At the same time, targeted delivery of platinum drugs with long-circulating liposomes also provides another efficient strategy to improve platinum drug efficacy with reduced toxicity. Liposomal drugs are highlighted for their abilities to “passively” accumulate at tumor sites via the enhanced permeability and retention effect and to reduce the side effects of encapsulated drugs by lowering unspecific cytotoxic drug distribution in normal tissues. These two features endow liposomal drugs with an increased therapeutic ratio. The current liposomal formulations have primarily taken advantage of reduced systemic toxicity rather than increased efficacy. For example, the irreversible cardiotoxicity induced by free doxorubicin could be significantly alleviated by entrapping the drug in liposomes.^82,83 In order to increase drug bioavailability further and improve drug biodistribution at tumor sites, drug-loaded liposomes have been further modified with internalizing receptors, such as small molecules,⁸⁴ sugar molecules,⁸⁵ and antibodies⁸⁶ or antibody fragments.⁸⁷ However, liposomal formulations with active-targeting groups have yet to enter the clinic, owing to the high development costs (manufacturing, source of good, intellectual property) and batch-to-batch variation.
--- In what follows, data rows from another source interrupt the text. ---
import { describe, expect, it } from 'vitest';
import { type DrawnLine, movementOverlay } from './overlay-of';

const LINE: DrawnLine = {
  id: 'f',
  name: 'Long line',
  morning: 1,
  legs: [
    {
      number: 4,
      key: 'a',
      from: 'Clover',
      to: 'Beds',
      length: '100 yd',
      path: [
        [0, 0],
        [1, 0],
      ],
      stands: [{ id: 's', name: 'Oak', when: 'mornings on N', at: [0.5, 1], aim: [0.5, 0] }],
    },
  ],
  gaps: [
    {
      text: '60 yd',
      path: [
        [0.6, 0],
        [1, 0],
      ],
    },
  ],
};
const ways = (line: DrawnLine) =>
  (['morning', 'evening'] as const).map((window) => movementOverlay([line], window).legs?.map(({ way }) => way));

describe('lines of movement over a map', () => {
  it('turn with the window', () => {
    expect(ways(LINE)).toEqual([[1], [-1]]);
    expect(ways({ ...LINE, morning: -1 })).toEqual([[-1], [1]]);
    expect(ways({ ...LINE, morning: null })).toEqual([[null], [null]]);
  });

  it('say the same as the list: numbers, who reaches a leg, and gaps', () => {
    const { legs, gaps, reaches } = movementOverlay([LINE], 'morning');
    expect(legs?.map(({ name, served }) => [name, served])).toEqual([['4', true]]);
    expect(gaps).toEqual([LINE.gaps[0]?.path]);
    expect(reaches).toEqual([{ from: [0.5, 1], to: [0.5, 0] }]);
    const bare = { ...LINE, legs: LINE.legs.map((leg) => ({ ...leg, stands: [] })) };
    expect(movementOverlay([bare], 'morning').legs?.[0]?.served).toBe(false);
  });
});
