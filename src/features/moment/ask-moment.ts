import { z } from 'zod';
import { WINDOW_NAMES } from '@/core/condition-types';
import { isDay } from '@/core/day-time';
import { MOMENT_ERRORS } from './words';

/** A stand, a window and a half hour of it, as an address holds them. */
export const momentQuery = z.object({
  stand: z.string().min(1).max(40),
  day: z.string().refine(isDay, MOMENT_ERRORS.day),
  window: z.enum(WINDOW_NAMES),
  step: z.coerce.number().int().min(0).max(96).default(0),
});
export type MomentAsk = z.output<typeof momentQuery>;
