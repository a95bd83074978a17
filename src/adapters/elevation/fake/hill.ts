const M_PER_DEGREE = 111_320;

/** Made-up hills: two smooth swells across each other, about 60 m high and 2 km apart, the same for everyone. */
export function hillHeightM({ lat, lon }: { lat: number; lon: number }): number {
  const north = lat * M_PER_DEGREE;
  const east = lon * M_PER_DEGREE * Math.cos((lat * Math.PI) / 180);
  return 300 + 30 * Math.sin(north / 420 + Math.sin(east / 900)) + 25 * Math.cos(east / 350 - north / 1100);
}
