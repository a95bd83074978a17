import type { WindowName } from '@/core/condition-types';
import type { MapOverlay } from '@/features/map/overlay';
import type { LineView } from './reads';

export type DrawnLine = Pick<LineView, 'id' | 'name' | 'morning' | 'legs' | 'gaps'>;

/** What the lines of movement lay over a map in a window: legs with the deer's way, gaps, and the stands that reach a leg. */
export function movementOverlay(lines: readonly DrawnLine[], window: WindowName): MapOverlay {
  const legs = lines.flatMap(({ legs: own, morning }) =>
    own.map(({ number, path, stands }) => {
      const way = morning === null ? null : window === 'morning' ? morning : morning === 1 ? -1 : 1;
      return { name: String(number), path, served: stands.length > 0, way: way as 1 | -1 | null };
    }),
  );
  const reaches = lines.flatMap(({ legs: own }) =>
    own.flatMap(({ stands }) => stands.map(({ at, aim }) => ({ from: at, to: aim }))),
  );
  return { legs, gaps: lines.flatMap(({ gaps }) => gaps.map(({ path }) => path)), reaches };
}
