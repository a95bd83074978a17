import { eq } from 'drizzle-orm';
import type { Browser } from 'playwright-core';
import { afterAll, beforeAll, describe, expect, it } from 'vitest';
import { closeDatabase, useDatabase, write } from '@/db/client';
import { memberships, stands } from '@/db/schema';
import {
  allAxeFindings,
  axeFindings,
  DESKTOP,
  keepPicture,
  launchBrowser,
  newVisitor,
  PHONE,
} from '../helpers/browser';
import { DAY_PASSWORD, DAY_PEOPLE, DAY_SLUG, makeDayClub } from '../helpers/day-club';
import { type ServedApp, serveApp } from '../helpers/serve-app';
import { signIn } from '../helpers/sign-in';

let app: ServedApp;
let browser: Browser;

beforeAll(async () => {
  app = await serveApp({ seed: true, env: { DEMO_SIGN_IN: '1' } });
  await useDatabase(app.databaseUrl);
  await makeDayClub(Date.now());
  // A club as new as can be: no stand yet, and one admin.
  await write((tx) => tx.update(stands).set({ removedAt: Date.now() }).where(eq(stands.name, 'Oak Ladder')));
  await write((tx) => tx.update(stands).set({ removedAt: Date.now() }).where(eq(stands.name, 'Elm Box')));
  await write((tx) => tx.update(memberships).set({ role: 'admin' }).where(eq(memberships.role, 'steward')));
  browser = await launchBrowser();
});

afterAll(async () => {
  await browser?.close();
  await closeDatabase();
  await app?.stop();
});

describe('coming in for the first time', () => {
  it('tries the demo club as a member by one press', async () => {
    const { page, troubles } = await newVisitor(browser, app.url, PHONE);
    await page.goto('/');
    await page.getByRole('button', { name: 'Try the demo club' }).waitFor();
    expect(await allAxeFindings(page)).toEqual([]);
    await keepPicture(page, 'first-page');
    await page.getByRole('button', { name: 'Try the demo club' }).click();
    await page.waitForURL('**/clubs/tansy-fork/sit');
    await page.getByRole('region', { name: 'Stands by sit score' }).waitFor();
    expect(await page.getByRole('heading', { name: 'First steps' }).count()).toBe(0);
    expect(troubles).toEqual([]);
  });

  it('shows a new club its first steps, a list of samples at once, and takes them away again', async () => {
    const { page, troubles } = await newVisitor(browser, app.url, DESKTOP);
    await signIn(page, DAY_PEOPLE.officer.email, DAY_PASSWORD);
    await page.goto(`/clubs/${DAY_SLUG}/sit`);
    await page.getByRole('heading', { name: 'First steps' }).waitFor();
    expect(await allAxeFindings(page)).toEqual([]);
    await keepPicture(page, 'first-steps');
    await page.getByRole('button', { name: 'See a list with three sample stands' }).click();
    await page.getByText('Sample stands are on the list').waitFor();
    await page.getByText('Sample: ridge ladder').first().waitFor();
    expect(await axeFindings(page)).toEqual([]);
    await keepPicture(page, 'first-steps-samples');
    await page.getByRole('button', { name: 'Take the samples away' }).click();
    await page.getByText('No stands yet').waitFor();
    await page.getByRole('button', { name: 'Put these steps away' }).click();
    await page.getByRole('heading', { name: 'First steps' }).waitFor({ state: 'detached' });
    expect(troubles).toEqual([]);
  });
});
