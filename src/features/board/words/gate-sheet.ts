/** Texts of the sheet of paper that hangs at the gate. */

export const GATE_PAGE_WORDS = {
  title: 'Gate sheet',
  lead: 'One sheet to hang at the gate: it works where no phone does.',
  dayBefore: 'Day before',
  dayAfter: 'Day after',
  print: 'Print or save as PDF',
} as const;

export const GATE_SHEET_WORDS = {
  made: (club: string, made: string) => `${club}. ${made}`,
  noRescue:
    'This sheet and Windrest are no rescue service. When somebody is missing or hurt, call the emergency number.',
  who: 'Who is where',
  nobody: 'Nobody has booked this day. Walk-ups sign below.',
  closed: 'Closed',
  nothingClosed: 'Nothing is closed.',
  sun: "Sun and the club's light",
  noLight: 'The club has written down no rule of light. State law decides.',
  wind: 'Wind by hour',
  barb: ' The barb points to where the wind comes from; look at the trees all the same.',
  ground: 'The ground',
  stand: (number: number, name: string, state: 'free' | 'booked' | 'closed') =>
    `${number}. ${name}${{ free: '', booked: ' (booked)', closed: ' (closed)' }[state]}`,
  legend: 'Black: booked. Crossed: closed. P: parking. Thin broken lines: ways in. Not to be measured from.',
  sketch: 'Sketch of the ground, north up: numbered stands, parking places, ways in. The list names the numbers.',
  parkingSign: 'P',
  north: 'N',
} as const;

export const GATE_SITS_WORDS = {
  region: 'Who is where, as a table',
  caption: 'Booked sits, then blank lines for walk-ups',
  stand: 'Stand',
  who: 'Who',
  window: 'Window',
  way: 'Parking, way in',
  backBy: 'Back by',
  in: 'In',
  out: 'Out',
  numbered: (number: number, name: string) => `${number}. ${name}`,
  withGuests: (who: string, guests: string) => (guests ? `${who}, with ${guests}` : who),
  blank: (number: number) => `Blank line for a walk-up ${number}`,
} as const;

export const GATE_WIND_WORDS = {
  region: 'Wind by hour, as a table',
  caption: 'Wind by hour at the club',
  hour: 'Hour',
  barb: 'Barb',
  wind: 'Wind',
  gusts: 'Gusts',
  air: 'Air',
  rain: 'Rain',
  calm: 'calm',
  variable: 'variable',
  windOf: (from: string, speed: string) => `${from} ${speed}`,
} as const;

/** What is told of a day's sun, light, closures and forecast. */
export const GATE_DAY_WORDS = {
  neverSets: 'The sun does not set.',
  neverRises: 'The sun does not rise.',
  sun: (sun: { rise: string; set: string; dawn: string; dusk: string }) =>
    `Up ${sun.rise}, down ${sun.set}. First light ${sun.dawn}, last light ${sun.dusk} (civil twilight).`,
  light: (name: string, span: string, rule: string) => `${name}: ${span}. ${rule}`,
  fetched: (age: string) => `Forecast fetched ${age}.`,
  noForecast: 'No forecast reaches this day.',
  made: (clock: string) => `Made ${clock}. Whatever is booked later is not on it.`,
  wholeGround: 'The whole ground',
  someStand: 'A stand',
  closed: (what: string, reason: string, to: string | null) =>
    `${what}: ${reason} (${to === null ? 'until opened again' : `to ${to}`})`,
} as const;
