import { DrawButton } from '@/features/draws/components/draw-button';
import { DrawResults } from '@/features/draws/components/draw-results';
import { EntryForm } from '@/features/draws/components/entry-form';
import { readDraw } from '@/features/draws/reads';
import { now } from '@/server/clock';
import { clubPage } from '@/server/doors';
import { Notice } from '@/ui/notices';
import { PageTitle, Section } from '@/ui/page-parts';
import {
  acceptSwapAction,
  cancelDrawAction,
  enterDrawAction,
  giveBackAction,
  leaveDrawAction,
  offerSwapAction,
  publishDrawAction,
  runDrawAction,
} from '../actions';

export const metadata = { title: 'Draw' };

export default clubPage('draws.enter', async ({ scope, params }) => {
  const { slug, name } = scope.club;
  const draw = await readDraw(scope, params.draw ?? '', now());
  const may = scope.can('draws.write');
  const values = { drawId: draw.id };
  return (
    <>
      <PageTitle over={`${name}: draw`} title={draw.title} lead={draw.stateText} />
      {draw.note !== '' && <p className="mb-4 max-w-2xl">{draw.note}</p>}
      {draw.state === 'cancelled' && <Notice>This draw was called off. Nobody's points changed.</Notice>}
      {draw.mayEnter && (
        <Section title="Your wishes" note={`You have ${draw.points} ${draw.points === 1 ? 'point' : 'points'}.`}>
          <EntryForm
            club={slug}
            form={draw.form}
            hasEntered={draw.hasEntered}
            stands={draw.stands}
            enter={enterDrawAction}
          />
          {draw.hasEntered && (
            <div className="mt-4">
              <DrawButton
                club={slug}
                values={values}
                label="Leave the draw"
                title="Leave the draw"
                done="You are out of the draw"
                look="quiet"
                act={leaveDrawAction}
              >
                Your wishes are removed. You may enter again until it closes.
              </DrawButton>
            </div>
          )}
        </Section>
      )}
      {draw.results && (
        <Section title="What each was given" note={[draw.fairText, draw.resultText].filter(Boolean).join(' ')}>
          <DrawResults
            club={slug}
            draw={draw}
            offer={offerSwapAction}
            accept={acceptSwapAction}
            giveBack={giveBackAction}
          />
        </Section>
      )}
      {may && (draw.state === 'open' || draw.state === 'drawn') && (
        <Section title="For the admin">
          <div className="flex flex-wrap gap-3">
            {draw.state === 'drawn' && (
              <DrawButton
                club={slug}
                values={values}
                label="Publish"
                title="Publish the draw"
                done="Published and booked"
                look="primary"
                act={publishDrawAction}
              >
                Every stand given is booked and its member is told by mail. If one of them cannot be booked, none is.
              </DrawButton>
            )}
            {draw.mayMake && (
              <DrawButton
                club={slug}
                values={values}
                label={draw.state === 'open' ? 'Make the draw' : 'Make it again'}
                title="Make the draw"
                done="The draw is made"
                look={draw.state === 'open' ? 'primary' : 'plain'}
                act={runDrawAction}
              >
                The sums take up to 20 seconds. Nothing is booked and nobody but you sees it until you publish it. The
                same wishes and the same seed give the same result.
              </DrawButton>
            )}
            <DrawButton
              club={slug}
              values={values}
              label="Call it off"
              title="Call the draw off"
              done="Called off"
              look="quiet"
              danger
              act={cancelDrawAction}
            >
              Nothing is booked and nobody's points change.
            </DrawButton>
          </div>
        </Section>
      )}
      <Section title="How it is drawn" note={draw.pointText}>
        <p className="max-w-2xl">
          Any stand at all counts for more than a better choice, and each later choice for a quarter less than the one
          before it; the first in line counts about double the last. The sums find the sharing out of the greatest total
          under every booking rule of the club. Guests are added to the sit afterwards.
        </p>
        <p className="mt-2 text-ink-soft">
          Seed: <span className="break-all">{draw.seed}</span>
        </p>
        <p className="mt-2">
          {draw.entered.length === 0 ? 'Nobody has entered yet.' : `Entered: ${draw.entered.join(', ')}.`}
        </p>
      </Section>
    </>
  );
});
Despite the numerous successes in overcoming barriers to liposomal drug delivery, it is still difficult to achieve an optimized balance between high and specific drug bioavailability in tumor tissue and prolonged liposome stability in systemic circulation. Drug release from stable formulations such as the Stealth® formulation is at best slow.⁸⁸ The release of hydrophilic drugs such as cisplatin is dependent on degradation of the liposome vehicle. Therefore, a long systemic circulation and minimal side effects of chemotherapy could be achieved at the expense of lowered efficacy in vivo. More detailed knowledge is needed in order to reach a balance between obtaining stable formulations with long circulation times to minimize undesired systemic exposure and adequate drug release kinetics in order to achieve enhanced chemotherapeutic efficacy.⁸⁹ The development of liposomes from which drug release can be actively triggered is therefore of crucial importance for guiding liposomal drug delivery technologies to wide clinical applications in the treatment of cancer.

Disclosure

The authors report no conflicts of interest in this work.